We Used To Live Here Part 2
I know I mentioned before that I had gone through a bit of a self destructive streak for a while but I don’t know that the depth of these behaviors settled in, long in the past, until a couple of years ago. It started in grad school when I was trying to square the fact that I came into a grad program with an open heart. I was ready to learn everything and participate fully in a life that I wasn’t able to before because I was wrapped up in the trauma of watching my parent’s marriage implode under the weight of what I saw as a mutual inability to find a way out of the holes they had dug for themselves. My mother, no surprise, was still fighting and is still fighting the mental illness that probably plagued her from the time she was a kid and saw her mother go through the brutal reality of coming out of alcoholism. My dad, well, I think he was so set on being a “good Christian” he couldn’t see the clear path forward that would allow us all to move on with our lives. My own self destructiveness took the form of drinking too much.

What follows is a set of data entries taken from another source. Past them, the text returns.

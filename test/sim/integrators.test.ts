/**
 * Accuracy of the generated integrators against analytic solutions and published test problems.
 */
import { describe, it, expect } from 'vitest';
import { generateStepper, runTrial, type LoopConfig, type PlantDynamics } from '../../src/sim/index.js';
import type { IntegratorName } from '../../src/model/types.js';
import { expectClose } from '../helpers/expect-close.js';
import * as H from './hand-plants.js';
import { ConstantController } from './controllers.js';

const EMPTY = new Float64Array(0);

/** Integrate open loop with u = 0 from t = 0 to tEnd in steps of h; returns the final state. */
function integrate(plant: PlantDynamics, integrator: IntegratorName, h: number, tEnd: number, u = 0): Float64Array {
  const x = Float64Array.from(plant.x0);
  generateStepper(plant, integrator)(x, plant.params, plant.d0, u, EMPTY, 0, EMPTY, 0, 0, h, Math.round(tEnd / h));
  return x;
}

const QUIET_SENSOR = { delay: 0, noiseStd: 0, filterTime: 0, resolution: 0, seed: 1, span: null };
const loop = (sampleTime: number, step: number, integrator: IntegratorName = 'rk4'): LoopConfig => ({
  actuator: { min: -Infinity, max: Infinity, rateLimit: Infinity },
  sensor: QUIET_SENSOR,
  sampleTime,
  step,
  integrator,
});

describe('open-loop step responses vs analytic solutions', () => {
  it('first-order lag: y = K (1 − exp(−t/T)), 63.2 % of K at t = T', () => {
    // Ogata, Modern Control Engineering, 5th ed. 2010, sec. 5-3 (first-order unit-step response).
    const K = 2;
    const T = 5;
    // start: 'rest': the plant at its zero state while the output is 1 from t = 0 (a unit step).
    const res = runTrial(H.firstOrder(K, T), new ConstantController(1), loop(0.1, 0.1), {
      duration: 30,
      initialSetpoint: 0,
      initialOutput: 1,
      events: [],
      start: 'rest',
    });
    expect(res.status).toBe('ok');
    expect(res.trace.length).toBe(301);
    let worst = 0;
    for (let i = 0; i < res.trace.length; i++) {
      const t = res.trace.t[i];
      worst = Math.max(worst, Math.abs(res.trace.y[i] - K * (1 - Math.exp(-t / T))));
    }
    // RK4 local error on y' = −y/T is z^5/120 of the decaying part with z = h/T = 0.02. The
    // errors add up linearly while the mode decays, so the global error is about
    // (t/h)(z^5/120) K e^(−t/T), largest at t = T: (T/h)(z^5/120) K/e = 9.8e-10 (measured 1.0e-9).
    expect(worst).toBeLessThan(2e-9);
    expectClose(res.trace.y[50], K * (1 - Math.exp(-1)), { abs: 1e-9 }); // t = T: 63.2 %
  });

  it('second-order, zeta = 0.5, wn = 1: analytic step response, Mp = 16.30 %, tp = 3.6276 s', () => {
    // Ogata 2010, sec. 5-3, eq. (5-18): y = 1 − e^(−ζωn t)(cos ωd t + ζ/√(1−ζ²) sin ωd t).
    // Peak values: published-checks.md section 11 (computed table, zeta = 0.5).
    const zeta = 0.5;
    const wd = Math.sqrt(1 - zeta * zeta);
    const res = runTrial(H.secondOrder(1, 1, zeta), new ConstantController(1), loop(0.01, 0.01), {
      duration: 20,
      initialSetpoint: 0,
      initialOutput: 1,
      events: [],
      start: 'rest',
    });
    let worst = 0;
    let peak = 0;
    let tPeak = 0;
    for (let i = 0; i < res.trace.length; i++) {
      const t = res.trace.t[i];
      const exact = 1 - Math.exp(-zeta * t) * (Math.cos(wd * t) + (zeta / wd) * Math.sin(wd * t));
      worst = Math.max(worst, Math.abs(res.trace.y[i] - exact));
      if (res.trace.y[i] > peak) {
        peak = res.trace.y[i];
        tPeak = t;
      }
    }
    // RK4 with h·|λ| = 0.01: local error ~ 1e-10/120 per step, global well below 1e-10.
    expect(worst).toBeLessThan(1e-10);
    expectClose(100 * (peak - 1), 16.30, { abs: 0.005 }); // sheet gives 2 decimals
    expectClose(tPeak, 3.6276, { abs: 0.005 }); // sampled every 0.01 s: nearest sample within h/2
  });
});

describe('order of convergence (Butcher, Numerical Methods for ODEs, 3rd ed. 2016, sec. 2)', () => {
  // Smooth nonlinear problem: the logistic equation (DETEST A4) on [0, 20], exact solution
  // y = 20/(1 + 19 e^(−t/4)) (published-checks.md section 12). The global error of an order-p
  // method falls by 2^p when h halves; measured over three halvings.
  const exact = 17.73016648131484;
  const ratios = (integrator: IntegratorName, h0: number): number[] => {
    const err: number[] = [];
    for (let k = 0; k < 4; k++) err.push(Math.abs(integrate(H.detestA4(), integrator, h0 / 2 ** k, 20)[0] - exact));
    return err.slice(1).map((e, i) => err[i] / e);
  };

  it('rk4: global error falls ~16x per halving (14..18)', () => {
    // h = 0.2 ... 0.025: errors 1.7e-7 ... 4.1e-11, far above rounding (~1e-13 here).
    for (const r of ratios('rk4', 0.2)) {
      expect(r).toBeGreaterThan(14);
      expect(r).toBeLessThan(18);
    }
  });

  it('heun: ~4x per halving (3.6..4.4)', () => {
    for (const r of ratios('heun', 0.05)) {
      expect(r).toBeGreaterThan(3.6);
      expect(r).toBeLessThan(4.4);
    }
  });

  it('euler: ~2x per halving (1.8..2.2)', () => {
    for (const r of ratios('euler', 0.01)) {
      expect(r).toBeGreaterThan(1.8);
      expect(r).toBeLessThan(2.2);
    }
  });

  it('rk4 on y\u2032 = y cos t (time-varying): ~16x per halving, so stage times are right', () => {
    // DETEST A3, y = exp(sin t). A wrong stage time (e.g. t instead of t + h/2) drops the order.
    const ex = Math.exp(Math.sin(20));
    const err = [0.05, 0.025, 0.0125].map((h) => Math.abs(integrate(H.detestA3(), 'rk4', h, 20)[0] - ex));
    for (let i = 1; i < err.length; i++) {
      expect(err[i - 1] / err[i]).toBeGreaterThan(14);
      expect(err[i - 1] / err[i]).toBeLessThan(19);
    }
  });
});

describe('DETEST non-stiff problems (Hull, Enright, Fellen & Sedgwick, SIAM J. Numer. Anal. 9 (1972) 603-637)', () => {
  // End values y(20): published-checks.md section 12 (analytic for A2-A4; computed reference for
  // B1 and D1, given there to 13 digits). RK4 with h = 0.005 (4000 steps); requirement 1e-8
  // absolute (the h = 0.005 errors measured here are 1e-12 ... 6e-9).
  const cases: [string, () => PlantDynamics, number[]][] = [
    ['A2', H.detestA2, [1 / Math.sqrt(21)]],
    ['A3', H.detestA3, [Math.exp(Math.sin(20))]],
    ['A4', H.detestA4, [20 / (1 + 19 * Math.exp(-5))]],
    ['B1', H.detestB1, [0.6761876008579, 0.186081609964]],
    ['D1', () => H.detestD(0.1), [0.2198835352008, 0.9427076846342, -0.9787659841058, 0.3287977990962]],
  ];
  for (const [name, make, ref] of cases) {
    it(`${name}: y(20) to 1e-8 with rk4, h = 0.005`, () => {
      const x = integrate(make(), 'rk4', 0.005, 20);
      for (let i = 0; i < ref.length; i++) expectClose(x[i], ref[i], { abs: 1e-8 });
    });
  }

  it('the sheet values agree with the closed forms (A2, A4) to 1e-15', () => {
    expectClose(1 / Math.sqrt(21), 0.2182178902359924, { abs: 1e-15 });
    expectClose(20 / (1 + 19 * Math.exp(-5)), 17.73016648131484, { abs: 1e-13 });
  });

  it('D1 matches the Kepler solution E − e sin E = t at t = 20', () => {
    // Closed form in published-checks.md section 12; E by Newton iteration.
    const e = 0.1;
    let E = 20;
    for (let k = 0; k < 50; k++) E -= (E - e * Math.sin(E) - 20) / (1 - e * Math.cos(E));
    const x = integrate(H.detestD(e), 'rk4', 0.005, 20);
    const den = 1 - e * Math.cos(E);
    const exact = [Math.cos(E) - e, Math.sqrt(1 - e * e) * Math.sin(E), -Math.sin(E) / den, (Math.sqrt(1 - e * e) * Math.cos(E)) / den];
    for (let i = 0; i < 4; i++) expectClose(x[i], exact[i], { abs: 1e-8 });
  });
});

I would go out with my fellow grad students and we would spend hours at the bar beginning in the afternoon in some cases and drinking well into the night.

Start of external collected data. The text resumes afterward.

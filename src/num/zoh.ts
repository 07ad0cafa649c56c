/**
 * Zero-order-hold discretisation of dx/dt = A x + B u over a step h: Φ = e^{Ah},
 * Γ = ∫₀ʰ e^{As} ds B, from one exponential of the augmented matrix [[A, B], [0, 0]] h
 * (Van Loan, "Computing integrals involving the matrix exponential", IEEE TAC 23 (1978)
 * 395-404). The exponential uses scaling and squaring with a degree-12 Taylor series on a
 * matrix scaled to norm ≤ 1/2 (truncation error below 0.5¹³/13! ≈ 2e-14 relative), which is
 * ample for the small (n ≤ 4) systems it serves.
 */

/**
 * Write Φ (n × n, row-major) and Γ (n) for state matrix `a` (n × n row-major), input vector `b`
 * and step h ≥ 0.
 */
export function zohDiscretise(
  a: ArrayLike<number>,
  b: ArrayLike<number>,
  n: number,
  h: number,
  phi: Float64Array,
  gamma: Float64Array,
): void {
  if (!(h >= 0)) throw new RangeError('zohDiscretise: h must be >= 0');
  const N = n + 1;
  const M = new Float64Array(N * N);
  for (let i = 0; i < n; i++) {
    for (let j = 0; j < n; j++) M[i * N + j] = a[i * n + j] * h;
    M[i * N + n] = b[i] * h;
  }
  // 1-norm (max column sum).
  let norm = 0;
  for (let j = 0; j < N; j++) {
    let s = 0;
    for (let i = 0; i < N; i++) s += Math.abs(M[i * N + j]);
    if (s > norm) norm = s;
  }
  let squarings = 0;
  if (norm > 0.5) {
    squarings = Math.ceil(Math.log2(norm / 0.5));
    const scale = Math.pow(2, -squarings);
    for (let i = 0; i < N * N; i++) M[i] *= scale;
  }
  // E = I + M + M²/2! + … + M¹²/12!  (Horner: I + M(I + M/2(I + M/3(…))))
  let E = new Float64Array(N * N);
  let T = new Float64Array(N * N);
  for (let i = 0; i < N; i++) E[i * N + i] = 1;
  for (let k = 12; k >= 1; k--) {
    // T = I + (M E)/k
    for (let i = 0; i < N; i++) {
      for (let j = 0; j < N; j++) {
        let s = 0;
        for (let l = 0; l < N; l++) s += M[i * N + l] * E[l * N + j];
        T[i * N + j] = (i === j ? 1 : 0) + s / k;
      }
    }
    const tmp = E;
    E = T;
    T = tmp;
  }
  for (let q = 0; q < squarings; q++) {
    for (let i = 0; i < N; i++) {
      for (let j = 0; j < N; j++) {
        let s = 0;
        for (let l = 0; l < N; l++) s += E[i * N + l] * E[l * N + j];
        T[i * N + j] = s;
      }
    }
    const tmp = E;
    E = T;
    T = tmp;
  }
  for (let i = 0; i < n; i++) {
    for (let j = 0; j < n; j++) phi[i * n + j] = E[i * N + j];
    gamma[i] = E[i * N + n];
  }
}

/**
 * Zero-order hold over a step h (s) whose input arrives a fraction f (0 ≤ f < 1) of a step late:
 * x(k+1) = Φ x(k) + Γ1 u(k−1) + Γ0 u(k), Φ = e^{Ah}, Γ0 = ∫₀^{(1−f)h} e^{As} ds B,
 * Γ1 = e^{A(1−f)h} ∫₀^{fh} e^{As} ds B (Åström & Wittenmark, Computer-Controlled Systems, 3rd ed.
 * 1997, sec. 2.3, from memory). Writes Φ (n × n), Γ0 and Γ1 (n); Γ1 is zero when f = 0.
 */
export function zohFractionalDelay(
  a: ArrayLike<number>,
  b: ArrayLike<number>,
  n: number,
  h: number,
  f: number,
  phi: Float64Array,
  gamma0: Float64Array,
  gamma1: Float64Array,
): void {
  const gf = new Float64Array(n);
  zohDiscretise(a, b, n, h, phi, gf);
  if (!(f > 0)) {
    gamma0.set(gf);
    gamma1.fill(0);
    return;
  }
  const phiA = new Float64Array(n * n);
  const phiB = new Float64Array(n * n);
  zohDiscretise(a, b, n, (1 - f) * h, phiA, gamma0);
  zohDiscretise(a, b, n, f * h, phiB, gf);
  for (let i = 0; i < n; i++) {
    let s = 0;
    for (let j = 0; j < n; j++) s += phiA[i * n + j] * gf[j];
    gamma1[i] = s;
  }
}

When my daughter came along and I was at home with her most of the time or trying to juggle classes and being a parent because that was my issue to figure out since I wasn’t working, I would just wait until my ex came home from work and ate dinner and passed out. Family asleep, I was finally alone and would leave the house and close down the local watering hole with a new group of friends that were theatre artists in town. We went pretty hard and I had so many nights when I would wake up in bed and not remember how I made it home. I would try to piece together the last parts of the previous night and I think, looking back at it now, I was trying to give my ex a reason to leave me without looking like the bad guy. I woke up hungover every day and took care of the baby hoping that at some point my ex would realize what was going on and say something. She never did. I was a reeking mess and not one word about it.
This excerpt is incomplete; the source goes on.